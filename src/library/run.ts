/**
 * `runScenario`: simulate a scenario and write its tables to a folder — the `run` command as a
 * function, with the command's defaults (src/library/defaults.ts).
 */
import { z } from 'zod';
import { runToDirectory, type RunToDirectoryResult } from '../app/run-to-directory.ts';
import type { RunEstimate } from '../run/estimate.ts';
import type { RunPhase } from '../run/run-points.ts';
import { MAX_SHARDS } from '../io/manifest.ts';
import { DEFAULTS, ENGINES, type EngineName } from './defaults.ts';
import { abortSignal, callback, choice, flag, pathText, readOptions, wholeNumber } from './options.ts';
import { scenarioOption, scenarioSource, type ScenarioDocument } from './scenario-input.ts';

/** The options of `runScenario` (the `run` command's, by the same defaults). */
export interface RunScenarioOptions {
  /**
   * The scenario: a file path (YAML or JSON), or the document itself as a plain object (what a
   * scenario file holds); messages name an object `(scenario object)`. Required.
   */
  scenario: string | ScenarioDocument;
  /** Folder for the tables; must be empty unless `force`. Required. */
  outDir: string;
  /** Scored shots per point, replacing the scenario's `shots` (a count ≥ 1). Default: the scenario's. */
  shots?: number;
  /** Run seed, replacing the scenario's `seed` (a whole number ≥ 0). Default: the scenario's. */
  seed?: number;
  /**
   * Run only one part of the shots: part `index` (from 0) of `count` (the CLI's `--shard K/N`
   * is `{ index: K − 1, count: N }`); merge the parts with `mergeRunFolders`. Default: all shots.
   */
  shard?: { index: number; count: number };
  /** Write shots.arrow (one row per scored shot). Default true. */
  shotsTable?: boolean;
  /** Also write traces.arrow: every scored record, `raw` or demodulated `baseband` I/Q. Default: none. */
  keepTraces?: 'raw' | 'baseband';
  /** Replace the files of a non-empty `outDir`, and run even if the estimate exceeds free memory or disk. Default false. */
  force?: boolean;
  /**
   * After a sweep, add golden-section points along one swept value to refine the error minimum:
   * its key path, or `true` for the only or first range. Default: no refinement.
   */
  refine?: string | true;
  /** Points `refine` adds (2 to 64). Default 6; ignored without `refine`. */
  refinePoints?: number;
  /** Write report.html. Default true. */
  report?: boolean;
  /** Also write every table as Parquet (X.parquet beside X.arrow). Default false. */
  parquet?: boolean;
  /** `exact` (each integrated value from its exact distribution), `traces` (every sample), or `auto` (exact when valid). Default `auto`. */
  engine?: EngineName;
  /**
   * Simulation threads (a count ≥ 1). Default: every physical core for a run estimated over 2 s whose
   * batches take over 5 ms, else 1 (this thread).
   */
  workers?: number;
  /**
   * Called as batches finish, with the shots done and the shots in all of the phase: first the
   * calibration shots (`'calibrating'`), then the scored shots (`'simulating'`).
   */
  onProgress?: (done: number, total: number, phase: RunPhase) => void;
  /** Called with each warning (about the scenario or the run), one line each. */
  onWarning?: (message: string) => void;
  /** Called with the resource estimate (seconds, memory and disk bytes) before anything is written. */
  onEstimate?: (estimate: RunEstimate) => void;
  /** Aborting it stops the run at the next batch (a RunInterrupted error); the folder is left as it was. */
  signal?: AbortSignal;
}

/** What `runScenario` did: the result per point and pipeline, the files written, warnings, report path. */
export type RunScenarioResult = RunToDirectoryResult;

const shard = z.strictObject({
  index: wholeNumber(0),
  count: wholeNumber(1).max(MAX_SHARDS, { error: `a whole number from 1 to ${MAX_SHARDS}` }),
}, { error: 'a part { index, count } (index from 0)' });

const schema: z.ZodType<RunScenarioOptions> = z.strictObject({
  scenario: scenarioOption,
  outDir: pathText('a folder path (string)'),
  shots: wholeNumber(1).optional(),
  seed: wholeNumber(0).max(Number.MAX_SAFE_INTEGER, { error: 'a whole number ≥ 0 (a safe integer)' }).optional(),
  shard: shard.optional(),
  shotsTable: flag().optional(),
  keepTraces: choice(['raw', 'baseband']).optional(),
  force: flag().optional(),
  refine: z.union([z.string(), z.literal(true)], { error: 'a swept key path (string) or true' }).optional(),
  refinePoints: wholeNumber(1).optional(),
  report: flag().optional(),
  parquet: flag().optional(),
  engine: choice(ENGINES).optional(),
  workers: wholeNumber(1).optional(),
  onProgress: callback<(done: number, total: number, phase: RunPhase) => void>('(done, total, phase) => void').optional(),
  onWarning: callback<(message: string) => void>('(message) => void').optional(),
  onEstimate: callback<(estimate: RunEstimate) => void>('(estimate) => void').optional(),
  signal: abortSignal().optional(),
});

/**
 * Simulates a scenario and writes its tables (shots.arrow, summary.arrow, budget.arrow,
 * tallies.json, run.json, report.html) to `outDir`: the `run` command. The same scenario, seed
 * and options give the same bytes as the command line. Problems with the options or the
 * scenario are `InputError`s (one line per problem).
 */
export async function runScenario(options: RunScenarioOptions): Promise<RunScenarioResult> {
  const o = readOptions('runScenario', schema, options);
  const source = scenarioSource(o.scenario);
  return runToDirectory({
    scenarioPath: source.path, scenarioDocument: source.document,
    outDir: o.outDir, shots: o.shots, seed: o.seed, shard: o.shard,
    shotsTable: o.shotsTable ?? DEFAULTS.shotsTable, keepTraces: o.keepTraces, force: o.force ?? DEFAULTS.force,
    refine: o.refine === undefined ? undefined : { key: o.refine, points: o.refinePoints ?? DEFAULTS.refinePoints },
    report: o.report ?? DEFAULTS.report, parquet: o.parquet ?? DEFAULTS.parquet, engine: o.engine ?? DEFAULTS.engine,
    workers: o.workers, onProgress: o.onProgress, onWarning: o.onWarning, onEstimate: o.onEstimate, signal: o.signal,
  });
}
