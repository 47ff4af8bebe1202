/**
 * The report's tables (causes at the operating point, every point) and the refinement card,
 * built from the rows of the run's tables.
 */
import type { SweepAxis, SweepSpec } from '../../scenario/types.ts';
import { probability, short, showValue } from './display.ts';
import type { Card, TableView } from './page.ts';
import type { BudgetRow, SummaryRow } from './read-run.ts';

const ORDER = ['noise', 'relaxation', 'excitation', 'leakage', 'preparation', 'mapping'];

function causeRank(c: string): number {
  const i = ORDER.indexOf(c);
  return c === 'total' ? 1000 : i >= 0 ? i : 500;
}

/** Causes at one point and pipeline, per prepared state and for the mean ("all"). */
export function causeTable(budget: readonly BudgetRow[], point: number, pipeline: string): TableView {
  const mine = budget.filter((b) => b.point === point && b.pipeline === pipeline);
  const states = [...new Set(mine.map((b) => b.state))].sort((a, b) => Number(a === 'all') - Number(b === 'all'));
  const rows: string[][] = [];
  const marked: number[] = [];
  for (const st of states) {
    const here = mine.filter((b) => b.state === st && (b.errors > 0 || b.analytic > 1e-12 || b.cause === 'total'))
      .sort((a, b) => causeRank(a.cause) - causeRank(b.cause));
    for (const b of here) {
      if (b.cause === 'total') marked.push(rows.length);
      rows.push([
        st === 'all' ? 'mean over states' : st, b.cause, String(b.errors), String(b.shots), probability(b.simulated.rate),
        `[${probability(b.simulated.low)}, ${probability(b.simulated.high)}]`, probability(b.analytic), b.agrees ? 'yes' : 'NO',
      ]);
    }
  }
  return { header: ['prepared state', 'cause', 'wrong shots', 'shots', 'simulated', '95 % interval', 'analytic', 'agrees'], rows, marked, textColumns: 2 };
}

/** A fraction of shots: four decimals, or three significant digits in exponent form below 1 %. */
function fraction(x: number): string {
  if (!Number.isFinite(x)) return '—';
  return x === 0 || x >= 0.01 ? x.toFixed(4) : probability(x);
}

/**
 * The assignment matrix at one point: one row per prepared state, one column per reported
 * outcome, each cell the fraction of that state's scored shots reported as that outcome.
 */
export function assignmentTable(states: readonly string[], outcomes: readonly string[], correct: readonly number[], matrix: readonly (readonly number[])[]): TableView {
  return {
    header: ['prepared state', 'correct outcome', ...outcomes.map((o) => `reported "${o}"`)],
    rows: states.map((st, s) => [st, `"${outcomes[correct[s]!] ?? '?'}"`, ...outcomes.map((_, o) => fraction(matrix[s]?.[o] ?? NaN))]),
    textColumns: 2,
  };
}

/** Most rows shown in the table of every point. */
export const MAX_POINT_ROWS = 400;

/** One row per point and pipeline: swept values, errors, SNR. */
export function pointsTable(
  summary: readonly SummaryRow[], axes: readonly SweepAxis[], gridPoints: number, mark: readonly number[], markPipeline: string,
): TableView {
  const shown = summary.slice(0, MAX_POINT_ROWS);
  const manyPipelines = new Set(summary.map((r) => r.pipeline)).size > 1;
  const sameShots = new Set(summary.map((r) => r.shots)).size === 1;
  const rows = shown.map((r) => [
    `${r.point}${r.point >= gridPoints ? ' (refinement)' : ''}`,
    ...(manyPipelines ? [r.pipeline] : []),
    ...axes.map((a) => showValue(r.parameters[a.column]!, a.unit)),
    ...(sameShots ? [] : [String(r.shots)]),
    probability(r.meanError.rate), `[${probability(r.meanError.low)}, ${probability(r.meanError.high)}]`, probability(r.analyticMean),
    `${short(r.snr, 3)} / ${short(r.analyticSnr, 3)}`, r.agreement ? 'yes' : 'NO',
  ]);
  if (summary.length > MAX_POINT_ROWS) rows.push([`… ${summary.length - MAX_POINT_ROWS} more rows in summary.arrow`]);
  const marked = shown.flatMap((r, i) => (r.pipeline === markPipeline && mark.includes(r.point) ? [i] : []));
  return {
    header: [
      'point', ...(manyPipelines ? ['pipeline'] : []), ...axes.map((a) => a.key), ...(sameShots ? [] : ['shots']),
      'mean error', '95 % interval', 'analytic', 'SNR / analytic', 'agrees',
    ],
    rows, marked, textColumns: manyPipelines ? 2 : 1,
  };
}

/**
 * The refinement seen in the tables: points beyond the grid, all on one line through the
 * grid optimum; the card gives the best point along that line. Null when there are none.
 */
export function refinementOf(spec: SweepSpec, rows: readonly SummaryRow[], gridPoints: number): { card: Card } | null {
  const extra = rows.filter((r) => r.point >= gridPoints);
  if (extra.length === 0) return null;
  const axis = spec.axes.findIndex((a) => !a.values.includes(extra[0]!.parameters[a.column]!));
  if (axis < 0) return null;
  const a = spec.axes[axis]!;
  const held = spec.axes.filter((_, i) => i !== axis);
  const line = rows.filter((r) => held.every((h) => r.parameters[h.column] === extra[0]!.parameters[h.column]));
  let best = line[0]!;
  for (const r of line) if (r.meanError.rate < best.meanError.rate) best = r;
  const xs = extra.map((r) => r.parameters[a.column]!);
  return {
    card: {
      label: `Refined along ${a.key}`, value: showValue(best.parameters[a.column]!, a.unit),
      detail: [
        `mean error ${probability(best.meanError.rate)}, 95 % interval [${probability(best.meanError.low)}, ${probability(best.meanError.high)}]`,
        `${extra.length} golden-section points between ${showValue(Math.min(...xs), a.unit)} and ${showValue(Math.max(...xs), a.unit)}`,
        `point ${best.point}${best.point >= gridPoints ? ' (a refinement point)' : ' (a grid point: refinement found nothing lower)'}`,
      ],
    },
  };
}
==========
Task to carry out: Copy out every line of the data that includes "workers".

Answer section:
  workers?: number;
  workers: wholeNumber(1).optional(),
    workers: o.workers, onProgress: o.onProgress, onWarning: o.onWarning, onEstimate: o.onEstimate, signal: o.signal,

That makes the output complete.